(Saved data entries)
|---|

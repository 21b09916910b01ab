% -*- texinfo -*-
% @deftypefn  {} {@var{res} =} sluice.drift_test (@var{model}, @var{prior}, @var{obs}, @var{names}, @var{steps})
% @deftypefnx {} {@var{res} =} sluice.drift_test (@var{model}, @var{prior}, @var{obs}, @var{names}, @var{steps}, @var{opts})
% @deftypefnx {} {@var{res} =} sluice.drift_test (@dots{}, @var{name}, @var{value}, @dots{})
% Test whether parameters of @var{model} drift in time. It compares the
% evidence of a fixed parameter with that of a drifting one.
%
% A drifting parameter is one that takes a random-walk step between
% observation times: @code{sluice.filter} with @code{param_move =
% 'random_walk'} and @code{param_step} the step's standard deviation in
% the parameter's transformed space (log for a parameter bounded on one
% side, logit for one bounded on both; the parameters not named stay
% fixed). @code{sluice.drift_test} estimates the log-evidence
% (@code{sluice.evidence}) of the data without drift (step 0) and with
% each candidate step, and takes as the estimate of the drift step the
% candidate with the highest mean log-evidence.
%
% Decision: drift is reported when the best candidate beats no drift by
% a log Bayes factor (the difference of their mean log-evidence) larger
% than @code{max (threshold, z * se)}, with se =
% @code{sqrt (se_best^2 + se_0^2)} the combined Monte Carlo standard
% error of the two estimates. The default @code{threshold = log (10)}
% asks for a Bayes factor above 10, inside the band that Kass & Raftery
% (1995) call "positive" evidence (Bayes factors 3 to 20; 20 to 150 they
% call "strong"; figures from memory); the default @code{z = 2} (common
% practice) keeps Monte Carlo noise from deciding. All candidates use the
% same seeds (common random numbers), which makes their differences less
% noisy than the combined standard error assumes, so the rule errs on the
% side of "no drift".
%
% @var{names} is a parameter name or a cellstr of q names; each must be a
% parameter of @var{model} with a prior entry that is not
% @code{'fixed'}. @var{steps} gives the candidate steps (> 0): a vector
% (each value a step shared by all the named parameters) or a K x q
% matrix (one candidate per row, one column per named parameter).
%
% Options (a struct or name/value pairs): @code{threshold} (>= 0, default
% log (10)), @code{z} (>= 0, default 2), and the options of
% @code{sluice.evidence} (@code{repeats}, @code{seed}, @code{members},
% @code{t0}, @dots{}) except @code{param_move} and @code{param_step},
% which this function sets. A @code{checkpoint} file @var{f} (with a
% @code{seed}) gives each candidate's runs their own files,
% @var{f}@code{.step}@var{k}@code{.seed}@var{s} (k = 0 for no drift, then
% the rows of @var{steps}), so the same call resumes.
%
% The result @var{res} has @code{names}, @code{steps} ((K+1) x q, the
% first row zeros: no drift), @code{log_evidence}, @code{se} and
% @code{log_mean_exp} ((K+1) x 1, as @code{sluice.evidence} gives them),
% @code{table} (the columns steps, log_evidence, se side by side),
% @code{best} (row of the best candidate), @code{estimate} (its steps,
% 1 x q), @code{log_bayes_factor} (best against no drift), @code{bar}
% (the value it had to exceed), @code{drift} (true or false),
% @code{seed} and @code{runs} (the struct array of the evidence results).
%
% Errors: @code{sluice:drift_test:badmodel}, @code{:badname},
% @code{:badsteps}, @code{:badoption}, and the errors of
% @code{sluice.evidence} under @code{sluice:drift_test:}.
%
% Example: a store that keeps 70% of its content each step and gets an
% inflow u, whose inflow doubles half-way through the record.
% @example
% @group
% f = @@(t, X, P, U, dt) 0.7 * X + P(1, :);
% spec = sluice.model (f, 'states', @{'x'@}, 'params', @{'u'@}, 'x0', 10/3);
% pr = sluice.prior ('u', 'lognormal', [0 0.5]);
% u = [ones(20, 1); 2 * ones(20, 1)];
% x = filter (1, [1 -0.7], u, 0.7 * 10/3);
% obs = struct ('time', (1:40)', 'variable', @{repmat(@{'x'@}, 40, 1)@}, ...
%               'value', x + 0.2 * randn (40, 1), 'sigma', 0.2 * ones (40, 1));
% res = sluice.drift_test (spec, pr, obs, 'u', [0.02 0.1 0.3], ...
%                          'members', 500, 'repeats', 5, 'seed', 1);
% disp (res.table); res.drift
% @end group
% @end example
% @seealso{sluice.evidence, sluice.filter}
% @end deftypefn
function res = drift_test (model, prior, obs, names, steps, varargin)
  if (nargin < 5)
    sluice.internal.compat ('usage', mfilename ());
  end
  sluice.internal.check_model (model, 1, 'drift_test');
  if (~isempty (prior))
    sluice.internal.check_prior (prior, 2, 'drift_test');
  end
  names = check_names (names, model, prior);
  q = numel (names);
  steps = check_steps (steps, q);

  args = sluice.internal.option_pairs (varargin);
  if (numel (args) == 1)
    error ('sluice:drift_test:badoption', ...
           'argument 6 (opts): expected a scalar struct or name, value pairs, got %s', ...
           sluice.internal.describe (args{1}));
  end
  if (mod (numel (args), 2) ~= 0)
    error ('sluice:drift_test:badoption', 'options must be a struct or name, value pairs');
  end
  threshold = log (10);
  z = 2;
  seed = [];
  pass = {};
  for k = 1:2:numel (args)
    name = args{k};
    if (~ischar (name) || ~isrow (name))
      error ('sluice:drift_test:badoption', 'option %d: expected a name', (k + 1) / 2);
    end
    switch (name)
      case 'threshold'
        threshold = nonneg (args{k + 1}, 'threshold');
      case 'z'
        z = nonneg (args{k + 1}, 'z');
      case 'seed'
        seed = args{k + 1};
      case {'param_move', 'param_step'}
        error ('sluice:drift_test:badoption', ...
               'option ''%s'' is set by the test itself (random-walk steps of the named parameters)', ...
               name);
      otherwise
        pass(end+1:end+2) = {name, args{k + 1}};
    end
  end
  ic = 2 * find (strcmp (pass(1:2:end), 'checkpoint'));
  if (isempty (seed) && ~isempty (ic) && ~isempty (pass{ic(end)}))
    error ('sluice:drift_test:badoption', ...
           ['a run with a checkpoint needs a ''seed'': the same call resumes its runs ', ...
            'only with the same seeds']);
  end
  if (isempty (seed))
    seed = floor (rand () * 2^32);
  end

  [~, idx] = ismember (names, model.params);
  p = numel (model.params);
  K = size (steps, 1);
  all_steps = [zeros(1, q); steps];
  lz = zeros (K + 1, 1);
  se = zeros (K + 1, 1);
  lme = zeros (K + 1, 1);
  for k = 1:K + 1
    if (k == 1)
      move = {'param_move', 'fixed'};
    else
      step = zeros (p, 1);
      step(idx) = all_steps(k, :);
      move = {'param_move', 'random_walk', 'param_step', step};
    end
    % a checkpoint: the candidates share their seeds, so each has its own
    % files, <checkpoint>.step<k-1>.seed<s> (step0: no drift)
    own = pass;
    ic = 2 * find (strcmp (own(1:2:end), 'checkpoint'));
    if (~isempty (ic) && ischar (own{ic(end)}) && ~isempty (own{ic(end)}))
      own{ic(end)} = sprintf ('%s.step%d', own{ic(end)}, k - 1);
    end
    % the evidence's and the filter's errors come out as this function's
    ev = sluice.internal.evidence_run (model, prior, obs, [own, move, {'seed', seed}], ...
                                     'drift_test');
    runs(k) = ev;
    lz(k) = ev.log_evidence;
    se(k) = ev.se;
    lme(k) = ev.log_mean_exp;
  end

  [~, best] = max (lz);
  if (lz(best) == -Inf)
    best = 1;
  end
  lbf = lz(best) - lz(1);
  if (best == 1)
    lbf = 0;
  end
  s = [se(best), se(1)];
  s(isnan (s)) = 0;
  bar = max (threshold, z * sqrt (sum (s .^ 2)));

  res = struct ();
  res.names = names;
  res.steps = all_steps;
  res.log_evidence = lz;
  res.se = se;
  res.log_mean_exp = lme;
  res.table = [all_steps, lz, se];
  res.best = best;
  res.estimate = all_steps(best, :);
  res.log_bayes_factor = lbf;
  res.bar = bar;
  res.drift = best > 1 && lbf > bar;
  res.seed = runs(1).seed;
  res.runs = runs;
end

function names = check_names (names, model, prior)
  if (ischar (names) && isrow (names))
    names = {names};
  end
  if (~iscellstr (names) || isempty (names))
    error ('sluice:drift_test:badname', ...
           'argument 4 (names): expected a parameter name or a cellstr of names, got %s', ...
           sluice.internal.describe (names));
  end
  names = names(:)';
  if (numel (unique (names)) ~= numel (names))
    error ('sluice:drift_test:badname', 'argument 4 (names): a parameter is named twice');
  end
  if (isstruct (prior) && isfield (prior, 'name') && isfield (prior, 'lower') && ...
      isfield (prior, 'upper'))
    pnames = {prior.name};
  else
    pnames = {};
  end
  for k = 1:numel (names)
    if (~any (strcmp (names{k}, model.params)))
      error ('sluice:drift_test:badname', ...
             'argument 4 (names): ''%s'' is not a parameter of the model (it has %s)', ...
             names{k}, strjoin (model.params(:)', ', '));
    end
    j = find (strcmp (names{k}, pnames), 1);
    if (isempty (j))
      error ('sluice:drift_test:badname', ...
             'argument 4 (names): ''%s'' has no prior entry: a parameter without one cannot move', ...
             names{k});
    end
    if (~(prior(j).lower < prior(j).upper))
      error ('sluice:drift_test:badname', ...
             'argument 4 (names): the prior of ''%s'' is a fixed value, which cannot drift', ...
             names{k});
    end
  end
end

function steps = check_steps (steps, q)
  if (~isa (steps, 'double') || ~isreal (steps) || issparse (steps) || isempty (steps) || ...
      ndims (steps) ~= 2)
    error ('sluice:drift_test:badsteps', ...
           'argument 5 (steps): expected a non-empty real double vector or matrix, got %s', ...
           sluice.internal.describe (steps));
  end
  if (any (~isfinite (steps(:))) || any (steps(:) <= 0))
    error ('sluice:drift_test:badsteps', ...
           'argument 5 (steps): the candidate steps must be finite and > 0 (no drift is always tried)');
  end
  if (isvector (steps))
    steps = repmat (steps(:), 1, q);
  elseif (size (steps, 2) ~= q)
    error ('sluice:drift_test:badsteps', ...
           'argument 5 (steps): a matrix needs one column per named parameter (%d), got %d', ...
           q, size (steps, 2));
  end
end

function v = nonneg (v, what)
  if (~isa (v, 'double') || ~isreal (v) || issparse (v) || ~isscalar (v) || ~isfinite (v) || v < 0)
    error ('sluice:drift_test:badoption', '%s must be a finite real number >= 0', what);
  end
end

%!shared spec, pr, t, xs
%! % a store that keeps 70% of its content each step and gets an inflow u
%! % (in its log space: the prior is lognormal)
%! f = @(t, X, P, U, dt) 0.7 * X + P(1, :);
%! spec = sluice.model (f, 'states', {'x'}, 'params', {'u'}, 'x0', 10/3);
%! pr = sluice.prior ('u', 'lognormal', [0 0.5]);
%! t = (1:40)';
%! xs = @(u) filter (1, [1 -0.7], u, 0.7 * 10/3);

%!test
%! % synthetic data whose inflow doubles half-way (u = 1, then 2): the
%! % drift is found, at a step of the size of the jump's spread, and the
%! % no-drift evidence is far below
%! randn ('state', 2);
%! u = [ones(20, 1); 2 * ones(20, 1)];
%! obs = struct ('time', t, 'variable', {repmat({'x'}, 40, 1)}, ...
%!               'value', xs (u) + 0.2 * randn (40, 1), 'sigma', 0.2 * ones (40, 1));
%! res = sluice.drift_test (spec, pr, obs, 'u', [0.02 0.1 0.3], ...
%!                          'members', 500, 'repeats', 5, 'seed', 1);
%! assert (res.drift);
%! assert (res.estimate > 0);
%! assert (res.best > 1);
%! assert (res.log_bayes_factor > res.bar);
%! assert (res.log_bayes_factor, res.log_evidence(res.best) - res.log_evidence(1));
%! assert (res.steps, [0; 0.02; 0.1; 0.3]);
%! assert (size (res.table), [4 3]);
%! assert (res.table(:, 2), res.log_evidence);
%! assert (res.table(:, 3), res.se);
%! assert (res.names, {'u'});
%! assert (res.seed, 1);
%! assert (numel (res.runs), 4);

%!test
%! % the same store with a constant inflow u = 1: no drift
%! randn ('state', 2);
%! obs = struct ('time', t, 'variable', {repmat({'x'}, 40, 1)}, ...
%!               'value', xs (ones (40, 1)) + 0.2 * randn (40, 1), ...
%!               'sigma', 0.2 * ones (40, 1));
%! res = sluice.drift_test (spec, pr, obs, {'u'}, [0.02; 0.1; 0.3], ...
%!                          struct ('members', 500, 'repeats', 5, 'seed', 1));
%! assert (~res.drift);
%! assert (res.bar >= log (10));
%! % the large steps fit worse than none
%! assert (res.log_evidence(4) < res.log_evidence(1));
%! % the rule: the bar is max (threshold, z * combined standard error)
%! s = [res.se(res.best), res.se(1)];
%! assert (res.bar, max (log (10), 2 * sqrt (sum (s .^ 2))), 1e-12);

%!test
%! % two parameters, one candidate per row of a matrix; a threshold of
%! % 1e300 never decides drift; the runs are those of sluice.evidence
%! g = @(t, X, P, U, dt) P(1, :) .* X + P(2, :);
%! s2 = sluice.model (g, 'states', {'x'}, 'params', {'a', 'b'}, 'x0', 1);
%! q = sluice.prior ('a', 'uniform', [0 1], 'b', 'normal', [0 1]);
%! obs = struct ('time', (1:5)', 'variable', {repmat({'x'}, 5, 1)}, ...
%!               'value', [1.2; 1.5; 1.4; 1.7; 1.6], 'sigma', 0.3 * ones (5, 1));
%! res = sluice.drift_test (s2, q, obs, {'a', 'b'}, [0.1 0.2; 0.3 0.05], ...
%!                          'members', 100, 'repeats', 2, 'seed', 3, 'threshold', 1e300);
%! assert (res.steps, [0 0; 0.1 0.2; 0.3 0.05]);
%! assert (size (res.table), [3 4]);
%! assert (~res.drift);
%! ev = sluice.evidence (s2, q, obs, 'members', 100, 'repeats', 2, 'seed', 3, ...
%!                       'param_move', 'random_walk', 'param_step', [0.3; 0.05]);
%! assert (res.log_evidence(3), ev.log_evidence);
%! ev0 = sluice.evidence (s2, q, obs, 'members', 100, 'repeats', 2, 'seed', 3);
%! assert (res.log_evidence(1), ev0.log_evidence);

|---|

* [WHAT YOU ARE ASKED TO DO]: In the entries above, count the lines that contain the string "than" and reply with the number only.

* [EXERCISE SOLUTION]: 3